Ils remontèrent les degrés de ciment. L’odeur de la poudre et du sang grimpait avec eux.
Le Noir les attendait assis à la place passager. Il s’efforçait de nettoyer des taches de sperme sur son pantalon.
— Si j’avais su, je me serais moins pressé, bougonna-t-il.
— C’était bon tout de même ?
— Impeccable. C’est une petite salope.
— Si le docteur n’est pas trop pressé, j’aimerais bien l’essayer un peu, ricana le chauffeur.
— Tu te taperais les restes d’un négro ? demanda le Noir d’un ton sarcastique.

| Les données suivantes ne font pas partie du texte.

"""Pores at positions and scattered: one window each, spaced, and what is refused."""

import numpy as np
import pytest
import trimesh
from scipy.spatial import cKDTree
from scipy.spatial.distance import pdist

import shapes
from bemescape.errors import SettingsError, WindowError
from bemescape.surface.surface import triangle_areas_normals
from bemescape.windows.grade import Fineness, graded, place_windows
from bemescape.windows.pores import MOST_COMPACT_PORES, MOST_MESHED_PORES
from bemescape.windows.window import Window
from shapes import platonic

FINE = Fineness(24.0, 4, 800.0)


@pytest.fixture(scope="module")
def ball():
    return shapes.ball(4)


def centres(placement):
    return np.array([window.shape.centre_um for window in placement.windows])


def test_each_position_becomes_a_round_window_of_its_own(ball):
    window = Window.points("pore", positions=1.02 * platonic(12), radius=0.15, permeability="2 um/s")
    placement = place_windows(ball, [window])
    assert [pore.name for pore in placement.windows] == [f"pore[{k}]" for k in range(1, 13)]
    assert {pore.permeability_um_s for pore in placement.windows} == {2.0}
    mesh = graded(placement, FINE)
    areas, _ = triangle_areas_normals(mesh.vertices, mesh.faces)
    found = np.bincount(mesh.window_of + 1, weights=areas)[1:]
    # Chord radius a on the sphere: π a² (Archimedes); polygons of about 24 edges are 1.1 % smaller.
    np.testing.assert_allclose(found, np.pi * 0.15**2, rtol=0.02)
    solid = trimesh.Trimesh(mesh.vertices, mesh.faces, process=False)
    assert solid.is_watertight
    assert solid.volume == pytest.approx(ball.volume, rel=1e-12)


def test_positions_are_moved_to_the_nearest_wall_point_and_the_distances_are_told(ball):
    wanted = platonic(6) * np.array([1.05, 1.1, 1.0, 1.0, 1.0, 0.9])[:, None]
    placement = place_windows(ball, [Window.points("pore", positions=wanted, radius=0.1)])
    mesh = trimesh.Trimesh(ball.vertices, ball.faces, process=False)
    places, distance, _ = trimesh.proximity.closest_point(mesh, wanted)
    np.testing.assert_allclose(centres(placement), places, atol=1e-12)
    assert f"at most {1e3 * distance.max():.3g} nm" in placement.notes[0]
    assert f"{1e3 * np.median(distance):.3g} nm (median)" in placement.notes[0]


def test_many_pores_cut_in_one_pass_are_those_cut_one_by_one(ball):
    window = Window.points("pore", positions=platonic(8), radius=0.2)
    together = graded(place_windows(ball, [window]), FINE)
    for number, place in enumerate(platonic(8)[:2]):
        alone = graded(place_windows(ball, [Window.points("pore", positions=[place], radius=0.2)]), FINE)
        areas, _ = triangle_areas_normals(alone.vertices, alone.faces)
        both, _ = triangle_areas_normals(together.vertices, together.faces)
        # The meshes around them differ, so that snapping moves the rims by 0.5 % of an edge at most.
        assert areas[alone.window_of == 0].sum() == pytest.approx(both[together.window_of == number].sum(), rel=1e-3)


def test_pores_on_both_sides_of_a_thin_plate_have_rims_of_their_own():
    """The plate is thinner than the panels, and each pore's rim runs over the other's inside."""
    plate = shapes.box((1.0, 1.0, 0.005), 12)
    positions = np.array([(0.5, 0.5, 0.005), (0.56, 0.5, 0.0), (0.2, 0.2, 0.0)])
    mesh = graded(place_windows(plate, [Window.points("pore", positions=positions, radius=0.1)]), FINE)
    for number, centre in enumerate(positions):
        own = np.unique(mesh.faces[mesh.window_of == number])
        assert (mesh.vertices[own][:, 2] == centre[2]).all()
        rim = np.intersect1d(own, mesh.faces[mesh.window_of < 0])
        distance = np.linalg.norm(mesh.vertices[rim] - centre, axis=1)
        # A vertex within 0.5 % of an edge (2π · 0.1 / 24) from the rim is taken as it is.
        assert np.abs(distance - 0.1).max() < 0.01 * 0.026
        assert len(rim) >= 24


def test_an_inner_shell_can_carry_pores():
    shell = shapes.shell(subdivisions=3)
    placement = place_windows(shell, [Window.points("pore", positions=platonic(6), radius=0.2)])
    np.testing.assert_allclose(np.linalg.norm(centres(placement), axis=1), 1.0, atol=0.02)
    assert graded(placement, FINE).window_of.max() == 5


def test_a_position_off_the_wall_is_refused_with_its_row_and_distance(ball):
    positions = [*platonic(6)[:3], (0.0, 0.0, 3.0)]
    with pytest.raises(WindowError, match=r"'pore\[4\]' at \(0, 0, 3\) µm lies 2 µm off the wall \(limit 200 nm\)"):
        place_windows(ball, [Window.points("pore", positions=positions, radius=0.1)])
    window = Window.points("pore", positions=positions, radius=0.1, farthest="3 um")
    assert len(place_windows(ball, [window]).windows) == 4


def test_equal_and_overlapping_positions_are_named_by_their_rows(ball):
    twice = [*platonic(6), platonic(6)[1]]
    with pytest.raises(WindowError, match=r"'pore\[2\]' and 'pore\[7\]' are the same position"):
        place_windows(ball, [Window.points("pore", positions=twice, radius=0.1)])
    close = [*platonic(6), platonic(6)[3] + 0.05]
    with pytest.raises(
        WindowError, match=r"'pore\[4\]' and 'pore\[7\]' overlap: they are \d+(\.\d)? nm apart .* 100 nm"
    ):
        place_windows(ball, [Window.points("pore", positions=close, radius=0.1)])


def test_rows_of_a_file_are_named_with_their_lines(ball, tmp_path):
    (tmp_path / "pores.csv").write_text("id,x,y,z\nnm,nm,nm,nm\n1,1000,0,0\n# removed\n2,0,1000,0\n3,0,0,5000\n")
    window = Window.points("pore", positions=tmp_path / "pores.csv", radius="50 nm")
    with pytest.raises(WindowError, match=r"'pore\[3\]' \(line 6\) at \(0, 0, 5\) µm lies 4"):
        place_windows(ball, [window])


def test_a_hundred_thousand_pores_are_refused_at_once_with_the_panels_they_take(ball):
    many = np.random.default_rng(0).normal(size=(100_000, 3))
    for window in (
        Window.points("pore", positions=many, radius=0.001),
        Window.scatter("pore", count=100_000, radius=0.001),
    ):
        with pytest.raises(WindowError, match=rf"'pore' brings the pores to 100000 \(limit {MOST_COMPACT_PORES}, "):
            place_windows(ball, [window])


def test_more_pores_with_panels_than_there_are_panels_for_are_refused(ball):
    window = Window.scatter("pore", count=300, radius=0.001, compact=False)
    with pytest.raises(WindowError, match=rf"panels of their own to 300 \(limit {MOST_MESHED_PORES}\).* 300000 panels"):
        place_windows(ball, [window])


def test_scattered_pores_keep_their_distance_from_one_another_and_from_other_windows(ball):
    other = Window.disc("neck", centre=shapes.on_ball(ball, (0, 0.2, 1)), radius=0.4)
    group = Window.scatter("pore", count=60, radius=0.05, gap="100 nm", seed=7)
    placement = place_windows(ball, [group, other])
    assert [window.name for window in placement.windows][-1] == "neck"
    places = centres(placement)[:-1]
    assert pdist(places).min() >= 0.2
    assert np.linalg.norm(places - other.shape.centre_um, axis=1).min() >= 0.4 + 0.05 + 0.1
    gap = trimesh.proximity.closest_point(trimesh.Trimesh(ball.vertices, ball.faces, process=False), places)[1]
    assert gap.max() < 1e-12


def test_scattered_pores_keep_clear_of_labelled_faces_and_lids():
    labelled = shapes.box(cells=10, label=lambda c: int(c[2] < 1e-9))
    windows = [
        Window.labels("floor", array="label", value=1),
        Window.lid("top", point=(0.5, 0.5, 0.85), normal=(0, 0, 1)),
        Window.scatter("pore", count=30, radius=0.04, gap=0.02),
    ]
    heights = centres_of_discs(place_windows(labelled, windows))[:, 2]
    assert heights.min() >= 0.06 - 1e-12
    assert heights.max() <= 0.85 - 0.06 + 1e-12


def centres_of_discs(placement):
    return np.array([window.shape.centre_um for window in placement.windows if "[" in window.name])


def test_the_seed_decides_the_places_and_density_the_number(ball):
    def places(**options):
        return centres(place_windows(ball, [Window.scatter("pore", radius=0.02, **options)]))

    first = places(density="8 /um^2", seed=3)
    assert len(first) == round(8 * ball.area)
    np.testing.assert_array_equal(first, places(density="8 /um^2", seed=3))
    assert not np.allclose(first, places(density="8 /um^2", seed=4))


def test_scattered_pores_are_spread_evenly_over_the_area():
    """A box 1 × 1 × 9 with faces of very unequal size: each end holds 1/38 of the wall, the middle third a third."""
    box = shapes.box((1.0, 1.0, 9.0), 3)
    heights = np.concatenate(
        [
            centres(place_windows(box, [Window.scatter("pore", count=150, radius=0.01, seed=seed)]))[:, 2]
            for seed in range(4)
        ]
    )
    # 600 places: three standard deviations of a count of 600 p are 3 √(600 p (1 − p)).
    for p, found in ((12 / 38, (abs(heights - 4.5) < 1.5).sum()), (2 / 38, (abs(heights - 4.5) > 4.5 - 1e-9).sum())):
        assert abs(found - 600 * p) < 3 * np.sqrt(600 * p * (1 - p))


def test_what_does_not_fit_is_refused_with_the_number_reached(ball):
    with pytest.raises(WindowError, match=r"only \d+ of 60 pores fit with a radius of 300 nm and 300 nm between rims"):
        place_windows(ball, [Window.scatter("pore", count=60, radius=0.3)])


@pytest.mark.parametrize(
    ("options", "sentence"),
    [
        ({}, "has neither of count and density"),
        ({"count": 3, "density": "1 /um^2"}, "has both of count and density"),
        ({"count": 0}, "count of window 'pore' is 0; it must be a whole number, 1 or more"),
        ({"count": 2.5}, "count of window 'pore' is 2.5"),
        ({"count": True}, "count of window 'pore' is True"),
        ({"count": 3, "seed": -1}, "seed of window 'pore' is -1"),
        ({"density": "3 um"}, "density of window 'pore' '3 um' is not a quantity in um"),
        ({"count": 3, "gap": "-1 nm"}, "gap of window 'pore' is -0.001 µm"),
    ],
)
def test_scatter_options_that_cannot_be_are_refused(options, sentence):
    with pytest.raises(SettingsError, match=sentence):
        Window.scatter("pore", radius="20 nm", **options)


@pytest.mark.parametrize(
    ("positions", "sentence"),
    [
        ([], r"have the shape \(0,\)"),
        ([(1, 2)], r"have the shape \(1, 2\)"),
        ([(0, 0, 1), (0, np.nan, 0)], "position 2 of window 'pore' is .*nan.*finite"),
        ([("a", 0, 0)], "are not rows of three numbers"),
    ],
)
def test_positions_that_cannot_be_are_refused(positions, sentence):
    with pytest.raises(WindowError, match=sentence):
        Window.points("pore", positions=positions, radius="20 nm")


def test_a_density_of_less_than_one_pore_is_refused(ball):
    with pytest.raises(WindowError, match=r"0\.01 per µm² on 12\.\d+ µm² of wall is less than one pore"):
        place_windows(ball, [Window.scatter("pore", density="0.01 /um^2", radius=0.1)])


def test_a_name_that_a_pore_has_already_is_refused(ball):
    windows = [
        Window.points("pore", positions=platonic(6), radius=0.1),
        Window.disc("pore[2]", centre=shapes.on_ball(ball, (1, 2, 3)), radius=0.1),
    ]
    with pytest.raises(WindowError, match=r"2 windows are called 'pore\[2\]'"):
        place_windows(ball, windows)


def test_no_two_scattered_pores_of_a_crowd_are_closer_than_the_spacing():
    """Near the densest that random placing reaches, where a missed neighbour would show."""
    box = shapes.box(cells=4)
    placement = place_windows(box, [Window.scatter("pore", count=190, radius=0.04, gap=0.01, seed=2)])
    assert cKDTree(centres(placement)).query(centres(placement), k=2)[0][:, 1].min() >= 0.09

— Je me taperais même une chèvre qu’un juif vient d’enfiler, assura le chauffeur. Mon zob et mon cerveau font bande à part.
Il éclata de rire.
Kriss retira ses gants qui puaient la poudre, les roula en boule et s’en servit pour faire briller ses chaussures. Il regretta de n’avoir pas téléphoné à la police depuis la villa des Trabadjalamouk, histoire de leur refiler le numéro de la voiture utilisée par les fugitifs. Il le ferait en arrivant à « Sherazade House », après tout, it’s a long way de Suez à Alexandrie.